Could an anti-cocaine vaccine help prevent HIV in the process?


(Photo illustration courtesy of Pixabay)

When I first began to write about PrEP, the HIV prevention pill, I remember someone saying, “Back in my day, we would have been lining up around the block for a pill to prevent HIV. But today’s gay men aren’t.”

Another quipped that gay men “are more interested in ecstasy than a pill to prevent HIV.”

True or not, a brand new medical development raises similar questions. In some ways, it too could be a new tool in HIV prevention. Weill Cornell Medicine and New York-Presbyterian hospitals are now enrolling volunteers for a phase I clinical trial for a cocaine vaccine. That’s right – a vaccine that would prevent you from getting high on cocaine. You could toot up as much as you’d like, but you wouldn’t get high.

Cocaine use among gay men often fuels intense sexual sessions where HIV transmission can become more likely.

“Cocaine addiction is a huge problem that affects more than 2 million people in the United States, and results in more than 500,000 annual visits to emergency rooms,” principal investigator Dr. Ronald Crystal said in a Weill Cornell Medical College news release. “While there are drugs like methadone designed to treat heroin, there aren’t any therapeutics available to treat cocaine addiction. We hope that our vaccine will change that.”

Good cocaine is hard to put down

When I moved back to the Quad-Cities in 2002 to get away from Los Angeles and a raging methamphetamine addiction, and also to care for my dad, for a long time all I did was smoke pot. But when I got back into the bar scene, and was introduced to “good” coke, that became a problem for me too. At one point, most of my paycheck was going to the coke dealer.

At some point in 2012 or 2013, those of us in the coke crowd began to say, “Hey wait a minute.

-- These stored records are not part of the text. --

// SPDX-License-Identifier: GPL-2.0-or-later
#include "model/spectrum_fit.h"

#include <algorithm>
#include <cmath>

#include "base/error.h"
#include "base/text.h"
#include "model/sky_region.h"
#include "sphere/beam.h"
#include "sphere/converged_analysis.h"
#include "sphere/power_spectrum.h"
#include "sphere/regrid.h"

namespace foreglow {
namespace {

constexpr int usual_bin = 10;
constexpr std::size_t fewest_bins = 4;
// Taken out within a bin, whose mean would else lie above a steep law at its middle.
constexpr double usual_steepness = 2.5;
constexpr double smallest_beam_power = 0.3;
constexpr double flattest_slope = -1;
constexpr double analysis_tolerance = 1e-4;  // of a_lm; the bins' own errors are some per cent

std::vector<SpectrumBin> make_bins(std::span<const double> cl, const LRange& lrange, double sky_fraction) {
    const int count = lrange.last - lrange.first + 1;
    const int width = std::clamp(count / 6, 1, usual_bin);
    std::vector<SpectrumBin> bins;
    for (int first = lrange.first; first + width - 1 <= lrange.last; first += width) {
        double modes = 0, mean_l = 0, mean = 0;
        for (int l = first; l < first + width; ++l) {
            const double n = 2.0 * l + 1;
            modes += n;
            mean_l += n * l;
            mean += n * cl[static_cast<std::size_t>(l)] * std::pow(static_cast<double>(l), usual_steepness);
        }
        mean_l /= modes;
        const double mean_cl = mean / modes * std::pow(mean_l, -usual_steepness);
        if (mean_cl > 0) bins.push_back({mean_l, mean_cl, std::sqrt(2 / (modes * sky_fraction))});
    }
    return bins;
}

// A straight line by weighted least squares, centred so that the two parameters' errors come apart.
void fit_line(SpectrumFit& fit) {
    double s = 0, sx = 0, sy = 0;
    const auto x_of = [&](const SpectrumBin& bin) { return std::log(bin.l / fit.pivot); };
    const auto y_of = [](const SpectrumBin& bin) {
        return std::log(bin.cl) + 0.5 * bin.log_error * bin.log_error;  // E ln(chi^2_nu / nu) = -1/nu
    };
    for (const SpectrumBin& bin : fit.bins) {
        const double w = 1 / (bin.log_error * bin.log_error);
        s += w;
        sx += w * x_of(bin);
        sy += w * y_of(bin);
    }
    double sxx = 0, sxy = 0, chi2 = 0;
    for (const SpectrumBin& bin : fit.bins) {
        const double w = 1 / (bin.log_error * bin.log_error);
        sxx += w * (x_of(bin) - sx / s) * (x_of(bin) - sx / s);
        sxy += w * (x_of(bin) - sx / s) * (y_of(bin) - sy / s);
    }
    fit.slope = sxy / sxx;
    const double log_amplitude = sy / s - fit.slope * sx / s;
    fit.amplitude = std::exp(log_amplitude);
    for (const SpectrumBin& bin : fit.bins) {
        const double pull = (y_of(bin) - log_amplitude - fit.slope * x_of(bin)) / bin.log_error;
        chi2 += pull * pull;
    }
    fit.reduced_chi2 = chi2 / static_cast<double>(fit.bins.size() - 2);
    const double scale = std::sqrt(std::max(1.0, fit.reduced_chi2));
    fit.slope_error = scale / std::sqrt(sxx);
    fit.log_amplitude_error = scale * std::sqrt(1 / s + sx * sx / (s * s * sxx));
}

std::string range_text(const LRange& lrange) {
    std::string text("[");
    text += std::to_string(lrange.first);
    text += ", ";
    text += std::to_string(lrange.last);
    return text + "]";
}

void check_range(const LRange& lrange, Angle beam_fwhm, std::span<const double> window,
                 const HealpixGrid& grid, const std::string& place, const std::string& what) {
    const int default_last = default_fit_lrange(beam_fwhm).last;
    if (lrange.last > 2 * grid.nside())
        throw InputError(place + ": fit_lrange " + range_text(lrange) + " ends above 2 nside = " +
                         std::to_string(2 * grid.nside()) + " of the " + what + ": end it lower");
    const double b = window[static_cast<std::size_t>(lrange.last)];
    if (!(b * b > smallest_beam_power))
        throw InputError(place + ": fit_lrange " + range_text(lrange) + " ends where the beam of the " +
                         what + " lets less than 0.3 of the power through: end it at l = " +
                         std::to_string(default_last) + " or lower");
}

std::vector<double> without_beam(std::vector<double> cl, double mean_square, std::span<const double> window) {
    for (std::size_t l = 0; l < cl.size(); ++l)
        cl[l] = window[l] > 0 ? cl[l] / (mean_square * window[l] * window[l]) : 0.0;
    return cl;
}

int analysis_lmax(const HealpixGrid& grid, const LRange& lrange) {
    return trusted_lmax(grid, std::max(3 * lrange.last / 2, lrange.last + 50));
}

}  // namespace

LRange default_fit_lrange(Angle beam_fwhm) {
    const double sigma = beam_fwhm.radians() / std::sqrt(8 * std::log(2.0));
    // B_l^2 = exp(-l (l + 1) sigma^2) = 1/2.
    const int last = std::clamp(static_cast<int>(std::sqrt(std::log(2.0)) / std::max(sigma, 1e-9)), 8, 2000);
    return {last >= 60 ? 30 : std::max(2, last / 2), last};
}

SpectrumFit fit_power_law(std::span<const double> cl, const LRange& lrange, double sky_fraction,
                          const std::string& place, const std::string& what) {
    FOREGLOW_EXPECTS(lrange.first >= 1 && static_cast<std::size_t>(lrange.last) < cl.size());
    SpectrumFit fit;
    fit.lrange = lrange;
    fit.sky_fraction = sky_fraction;
    fit.pivot = std::sqrt(static_cast<double>(lrange.first) * lrange.last);
    fit.bins = make_bins(cl, lrange, sky_fraction);
    const std::string advice = ": choose another fit_lrange, or give slope and amplitude";
    if (fit.bins.size() < fewest_bins)
        throw InputError(place + ": the spectrum of the " + what + " over l = " + range_text(lrange) +
                         " has only " + std::to_string(fit.bins.size()) +
                         " bins with power, and a fit needs 4" + advice);
    fit_line(fit);
    if (fit.slope > flattest_slope)
        throw InputError(place + ": the spectrum of the " + what + " over l = " + range_text(lrange) +
                         " has the slope " + format_number(fit.slope, 3) +
                         ", too flat for the sky (noise, or sources): continued, it would grow without end" +
                         advice);
    return fit;
}

SpectrumFit fit_intensity(const SkyMap& map, Angle beam_fwhm, Angle latitude_cut, const LRange& lrange,
                          const std::string& place) {
    const int lmax = analysis_lmax(map.grid, lrange);
    const auto window = make_gaussian_beam(beam_fwhm, std::max(lmax, lrange.last)).temperature;
    check_range(lrange, beam_fwhm, window, map.grid, place, "intensity template");
    std::vector<double> weights = make_latitude_weights(map.grid, map.frame, latitude_cut);
    exclude_undefined(weights, map.values);
    const double mean = region_mean(weights, [&](std::size_t i) { return map.values[i]; });
    const RegionMoments moments = region_moments(weights);
    std::vector<double> masked(weights.size());
    for (std::size_t i = 0; i < masked.size(); ++i)
        masked[i] = weights[i] > 0 ? weights[i] * (map.values[i] - mean) : 0.0;
    ConvergenceOptions options;
    options.tolerance = analysis_tolerance;
    const auto result = analyse_converged(map.grid, masked, lmax, options);
    return fit_power_law(without_beam(power_spectrum(result.alm), moments.mean_square, window), lrange,
                         moments.effective_fraction(), place, "intensity template");
}

SpectrumFit fit_polarization(const StokesMaps& maps, Angle beam_fwhm, Angle latitude_cut,
                             const LRange& lrange, const std::string& place) {
    const int lmax = analysis_lmax(maps.grid, lrange);
    const auto window = make_gaussian_beam(beam_fwhm, std::max(lmax, lrange.last)).polarization;
    check_range(lrange, beam_fwhm, window, maps.grid, place, "polarization template");
    std::vector<double> weights = make_latitude_weights(maps.grid, maps.frame, latitude_cut);
    exclude_undefined(weights, maps.q);
    exclude_undefined(weights, maps.u);
    const RegionMoments moments = region_moments(weights);
    std::vector<double> q(weights.size()), u(weights.size());
    for (std::size_t i = 0; i < q.size(); ++i) {
        q[i] = weights[i] > 0 ? weights[i] * maps.q[i] : 0.0;
        u[i] = weights[i] > 0 ? weights[i] * maps.u[i] : 0.0;
    }
    ConvergenceOptions options;
    options.tolerance = analysis_tolerance;
    const auto result = analyse_converged_spin2(maps.grid, q, u, lmax, options);
    return fit_power_law(without_beam(power_spectrum(result.alm.e), moments.mean_square, window), lrange,
                         moments.effective_fraction(), place, "polarization template");
}

}  // namespace foreglow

This stuff isn’t coke.”

While dealers often doled out baggies of Calumet, what finally got a lot of us to quit the “coke” wasn’t so much getting ripped off with total crap (as addicts, we were still dumb enough to buy it). Most of us quit using it when it began to keep us up all night, cause us to break down, and generally feel extremely unwell.

It now appears due to certain arrests in the past year or so that we probably were being dealt meth and being told it was coke. Had that good coke continued to flow, I’m not sure I ever would have been able to give it up, and then finally give up cigarettes, alcohol, and marijuana, in that order.

So yay for a potential cocaine vaccine.

How would a cocaine vaccine work?

“While most drugs that target addiction are designed to disrupt some process in the brain, this vaccine, called dAd5GNE, is meant to absorb cocaine in the bloodstream – well before it has had a chance to pass the blood-brain barrier and later produce a dopamine-induced high,” according to the Cornell news release.

The vaccine works by attaching GNE, a cocaine-like molecule, to an inactive virus for the common cold. When the body recognizes the virus and unleashes antibodies, it also will learn to attack cocaine as an enemy, the reasoning goes. The body will respond with a flood of anti-cocaine antibodies, each meant to gobble up cocaine like a Pac-Man, Dr. Crystal said.

While the vaccine has been proven effective on animals, now investigators are looking to enroll 30 active cocaine users. The study is funded by the National Institutes of Health and the National Institute on Drug Abuse.

Before getting the vax, each subject will have to abstain from cocaine for at least 30 days (hard for an addict to do). They’ll be dropped regularly to make sure they are clean during that period.

They’ll get their first vaccine shot in the shoulder, with additional boosters given every four weeks until everyone has had six shots. After the final booster, monitoring will continue for three more months.

“Most people who become cocaine addicts want to give it up, but struggle to kick the habit in the long-term,” Dr. Crystal said. “If this vaccine works, it could represent a lifetime therapeutic for addicts.”

Participants will get $25 per visit – up to $2,400 for those who complete the study. To enroll or for information, contact Aileen Orphilla at 646-962-2672 or email

Pfizer cancer drug may block cocaine memories

Meanwhile, another experimental cocaine addiction treatment recently made headlines. Researchers have found that a drug used in cancer therapy trials treats cocaine addiction “by inhibiting memories responsible for cravings,” according to a Cardiff University news release.

“We have demonstrated that a single administration of a trial drug from the pharmacompany Pfizer can completely obliterate cocaine associated memories and significantly accelerate the end of drug seeking behavior in animals,” said professor Ricardo Brambilla of Cardiff University’s School of Biosciences. “With this drug currently being used in cancer trials, it could be easily repositioned for treatment of cocaine addiction and other drugs of abuse.”

According to the news release, the drug kept mice from progressing to compulsive cocaine users by blocking the creation of long-term memories.

“With drug use recently on the rise, new treatments for breaking addiction are much needed,” said Dr. Stefania Fasano of Cardiff. “The availability of a powerful drug from Pfizer, already validated in humans, could speed up the clinical development of our findings.”